A computer failure at the FAA has the potential to impact flights nationwide, including a possible nationwide grounding, ABC News has learned.




abcnews.go.com





The affected system is responsible for sending out flight hazards and real time restrictions to pilots known as NOTAM (Notice to Air Missions).

"The FAA is experiencing an outage that is impacting the update of NOTAMS. All flights are unable to be released at this time," the FAA said in a statement announcing the problem.


----------



## pennyk (Wednesday at 6:43 AM)

FAA grounds US flights due to system outage 1/11/23









Flights across the U.S. affected after FAA experiences computer outage


“Technicians are currently working to restore the system and there is no estimate for restoration of service at this time,” the FAA said.




www.nbcnews.com







> All flights in the U.S. were grounded following the incident, a source with knowledge of the situation told NBC News.
> 
> 
> The FAA said in a notice on its website that its Notice to Air Missions (NOTAM) system had "failed" Wednesday morning. A NOTAM is a notice containing information essential to workers involved in flight operations.
> ...


----------



## Rover (Wednesday at 7:12 AM)

FAA lifts ground stop on flights following computer outage


NEW YORK (AP) — The Federal Aviation Administration is lifting a ground stop on flights across the U.S. following a computer outage early Wednesday that resulted in thousands of delays and hundreds of cancellations quickly cascading through the system at airports nationwide.




apnews.com





Update 3: The FAA is still working to fully restore the Notice to Air Missions system following an outage.

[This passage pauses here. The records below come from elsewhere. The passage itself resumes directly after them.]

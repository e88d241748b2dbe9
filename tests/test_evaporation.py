"""Pool evaporation: transport properties, the two rate models, pool lifetime, mixtures."""

import dataclasses
import math
import warnings

import numpy as np
import pytest

from estimator import evaporation as ev
from estimator.constants import GAS_CONSTANT, MOLAR_MASS_AIR, STANDARD_ATMOSPHERE
from estimator.errors import InputError, OutOfRangeError, UllageWarning
from estimator.substances import TABLE_PATH, user_substance

needs_table = pytest.mark.skipif(not TABLE_PATH.exists(),
                                 reason="bundled substance table not built yet")

#: Fuller atomic diffusion volumes, Poling, Prausnitz & O'Connell, 5th ed.,
#: Table 11-1 (from memory): C, H, O, Cl and the aromatic-ring increment.
FULLER_INCREMENTS = {"C": 15.9, "H": 2.31, "O": 6.11, "Cl": 21.0, "ring": -18.3}


def fuller_sum(carbon=0, hydrogen=0, oxygen=0, chlorine=0, rings=0):
    """Sum of Fuller atomic diffusion volumes from atom counts (Poling Table 11-1)."""
    f = FULLER_INCREMENTS
    return (carbon * f["C"] + hydrogen * f["H"] + oxygen * f["O"] + chlorine * f["Cl"]
            + rings * f["ring"])


def quiet(function, *args, **kwargs):
    """Call with ullage's cautions silenced."""
    with warnings.catch_warnings():
        warnings.simplefilter("ignore")
        return function(*args, **kwargs)


#: A toluene stand-in defined the way a user would, from handbook values: 92.14
#: g/mol, Tb 383.75 K, 2.91 kPa at 20 degC and 3.79 kPa at 25 degC, 866.9 kg/m3,
#: ΔHvap(Tb) 33.18 kJ/mol, Tc 591.75 K (CRC Handbook, from memory), with the
#: Fuller sum for C7H8 (one aromatic ring).
TOLUENE = dataclasses.replace(
    user_substance("Toluene (user)", 0.09214, 383.75, [(293.15, 2910.0), (298.15, 3790.0)],
                   liquid_density=866.9, enthalpy_of_vaporization=33180.0,
                   critical_temperature=591.75, melting_point=178.2),
    diffusion_volume=fuller_sum(7, 8, rings=1))

#: An acetone stand-in: 58.08 g/mol, Tb 329.2 K, 24.6 kPa at 20 degC, 784.5 kg/m3,
#: ΔHvap(Tb) 29.1 kJ/mol, Tc 508.1 K, Tm 178.5 K (CRC Handbook, from memory).
ACETONE = dataclasses.replace(
    user_substance("Acetone (user)", 0.05808, 329.2, [(293.15, 24600.0)],
                   liquid_density=784.5, enthalpy_of_vaporization=29100.0,
                   critical_temperature=508.1, melting_point=178.5),
    diffusion_volume=fuller_sum(3, 6, 1))


# ---------------------------------------------------------------- diffusivity

def test_fuller_unit_conversion():
    """SI in/out equals Poling Eq. 11-4.4 evaluated by hand in cm2/s, bar and g/mol."""
    t, volume = 310.0, 90.0
    m_ab = 2.0 / (1.0 / 78.11 + 1.0 / (MOLAR_MASS_AIR * 1000.0))
    by_hand_cm2 = 0.00143 * t**1.75 / (1.0 * m_ab**0.5 * (volume**(1 / 3) + 19.7**(1 / 3))**2)
    assert ev.fuller_diffusivity(t, 1e5, 0.07811, volume) == pytest.approx(by_hand_cm2 * 1e-4,
                                                                          rel=1e-12)


def test_fuller_pressure_and_temperature_scaling():
    """D goes as T^1.75 / P, the form of Fuller's equation."""
    d1 = ev.fuller_diffusivity(300.0, 101325.0, 0.1, 100.0)
    assert ev.fuller_diffusivity(300.0, 2 * 101325.0, 0.1, 100.0) == pytest.approx(d1 / 2)
    assert ev.fuller_diffusivity(600.0, 101325.0, 0.1, 100.0) == pytest.approx(d1 * 2**1.75)


def test_fuller_water_in_air_against_crc_handbook():
    """Water-air within 8 % of the CRC Handbook's "Diffusion in gases" table."""
    # CRC Handbook of Chemistry and Physics, "Diffusion in gases" (after Marrero &
    # Mason 1972, J. Phys. Chem. Ref. Data 1, 3): 0.242 cm2/s at 293.15 K and 0.399
    # cm2/s at 373.15 K, 101.325 kPa. Water's molecular volume 13.1: Poling Table
    # 11-1 (from memory).
    d = ev.fuller_diffusivity(np.array([293.15, 373.15]), 101325.0, 0.018015, 13.1)
    np.testing.assert_allclose(d, [0.242e-4, 0.399e-4], rtol=0.08)


def test_fuller_carbon_dioxide_in_air_against_crc_handbook():
    """CO2-air: 0.160 cm2/s at 293.15 K (CRC Handbook, "Diffusion in gases");
    Fuller with the molecular volume 26.7 (Poling Table 11-1, from memory) within 6 %."""
    assert ev.fuller_diffusivity(293.15, 101325.0, 0.04401, 26.7) == pytest.approx(
        0.160e-4, rel=0.06)


def test_fuller_toluene_in_air_against_measurement():
    """Toluene-air at 25 degC: 0.0849 cm2/s measured by Lugg (1968), Anal. Chem. 40, 1072
    (from memory); Fuller with the C7H8 sum is within 10 %."""
    d = ev.fuller_diffusivity(298.15, 101325.0, 0.09214, fuller_sum(7, 8, rings=1))
    assert d == pytest.approx(0.0849e-4, rel=0.10)


def test_liquid_molar_volume_stands_in_for_fuller_sum():
    """For organic liquids M/ρ (CRC densities at 20-25 degC, from memory) lies within
    15 % of the Fuller sum from Poling Table 11-1, as the fallback's note states."""
    cases = {  # molar mass g/mol, density kg/m3, Fuller sum
        "benzene": (78.11, 876.5, fuller_sum(6, 6, rings=1)),
        "toluene": (92.14, 866.9, fuller_sum(7, 8, rings=1)),
        "n-hexane": (86.18, 660.6, fuller_sum(6, 14)),
        "n-octane": (114.23, 702.6, fuller_sum(8, 18)),
        "acetone": (58.08, 784.5, fuller_sum(3, 6, 1)),
        "ethanol": (46.07, 789.3, fuller_sum(2, 6, 1)),
        "ethyl acetate": (88.11, 902.0, fuller_sum(4, 8, 2)),
        "dichloromethane": (84.93, 1326.6, fuller_sum(1, 2, chlorine=2)),
    }
    for name, (molar_mass, density, fuller) in cases.items():
        assert molar_mass / density * 1000.0 == pytest.approx(fuller, rel=0.15), name


def test_diffusivity_fallback_warns_and_missing_data_raises():
    """Without a Fuller volume the liquid molar volume is used with a warning; without a
    density as well, the error names the substance argument and suggests epa-rmp."""
    no_volume = dataclasses.replace(TOLUENE, diffusion_volume=None)
    with pytest.warns(UllageWarning, match="liquid molar volume"):
        d = ev.air_diffusivity(no_volume, 298.15)
    assert d == pytest.approx(ev.air_diffusivity(TOLUENE, 298.15), rel=0.05)
    bare = dataclasses.replace(no_volume, liquid_density=None)
    with pytest.raises(InputError, match="epa-rmp") as info:
        ev.evaporation_rate(bare, 298.15, 1.0, 1.0)
    assert info.value.field == "substance_or_key"
    assert quiet(ev.evaporation_rate, bare, 298.15, 1.0, 1.0, model="epa-rmp") > 0


# ---------------------------------------------------------------------- air

@pytest.mark.requires_coolprop
def test_air_kinematic_viscosity_against_coolprop():
    """Sutherland over ideal-gas density within 1 % of CoolProp's air (Lemmon et al.
    2000 equation of state, Lemmon & Jacobsen 2004 viscosity), 250-350 K, 0.8-1.1 bar."""
    import CoolProp.CoolProp as cp

    for t in (250.0, 273.15, 298.15, 320.0, 350.0):
        for p in (80000.0, 101325.0, 110000.0):
            reference = cp.PropsSI("V", "T", t, "P", p, "Air") / cp.PropsSI(
                "D", "T", t, "P", p, "Air")
            assert ev.air_kinematic_viscosity(t, p) == pytest.approx(reference, rel=0.01)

The FAA has ordered airlines to pause all domestic departures until 9 a.m. Eastern Time to allow the agency to validate the integrity of flight and safety information.


----------



## cirdan (Wednesday at 8:19 AM)

Why is this restricted to domestic departures?
Why are international departures different?


----------



## jis (Wednesday at 9:20 AM)

The ground stop has been lifted at 9am.


----------



## Rover (Wednesday at 9:21 AM)

FAA lifts ground stop on flights following computer outage


NEW YORK (AP) — The Federal Aviation Administration is lifting a ground stop on flights across the U.S. following a computer outage early Wednesday that resulted in thousands of delays and hundreds of cancellations quickly cascading through the system at airports nationwide.




apnews.com


----------



## Metra Electric Rider (Wednesday at 9:49 AM)

Yikes, no wonder it was so quiet (and remains so) this morning! No plane noise.


----------



## joelkfla (Wednesday at 9:59 AM)

When I took flight lessons back in the '70s, NOTAM stood for Notice to Airmen. I guess Notice to Air Missions is politically correct these days, but it doesn't make a lot of sense. When I flew my single-engine Citabria tail dragger from San Jose to San Luis Obispo, I didn't consider myself to be on a mission.


----------



## jis (Wednesday at 10:17 AM)

Flights Resume At Newark Airport After Nationwide FAA Outage


Newark Airport is reportedly back to "normal operations" after a temporary ground stop on Wednesday.




patch.com


----------



## bonzoesc (Wednesday at 10:34 AM)

I'm curious if the relative similarity in airplane position reports I saw this morning (the dark line is today, the light blues are 24h ago and average over the past week) are because I'm mostly catching airplanes on the ground at MIA and international traffic.


----------



## jis (Wednesday at 11:41 AM)

Apparently there are lots of problems with the NOTAM system even when it is supposedly working...









Why Notams are Garbage - FLYING Magazine


“That’s what notams are. They are just a bunch of garbage that nobody pays any attention to.” It would be a dramatic statement regardless of who said it. But this was Robert Sumwalt, chairman of the National Transportation Safety Board, speaking at a hearing. Sumwalt had reason to be upset. An...




www.flyingmag.com







joelkfla said:


> When I took flight lessons back in the '70s, NOTAM stood for Notice to Airmen. I guess Notice to Air Missions is politically correct these days, but it doesn't make a lot of sense. When I flew my single-engine Citabria tail dragger from San Jose to San Luis Obispo, I didn't consider myself to be on a mission.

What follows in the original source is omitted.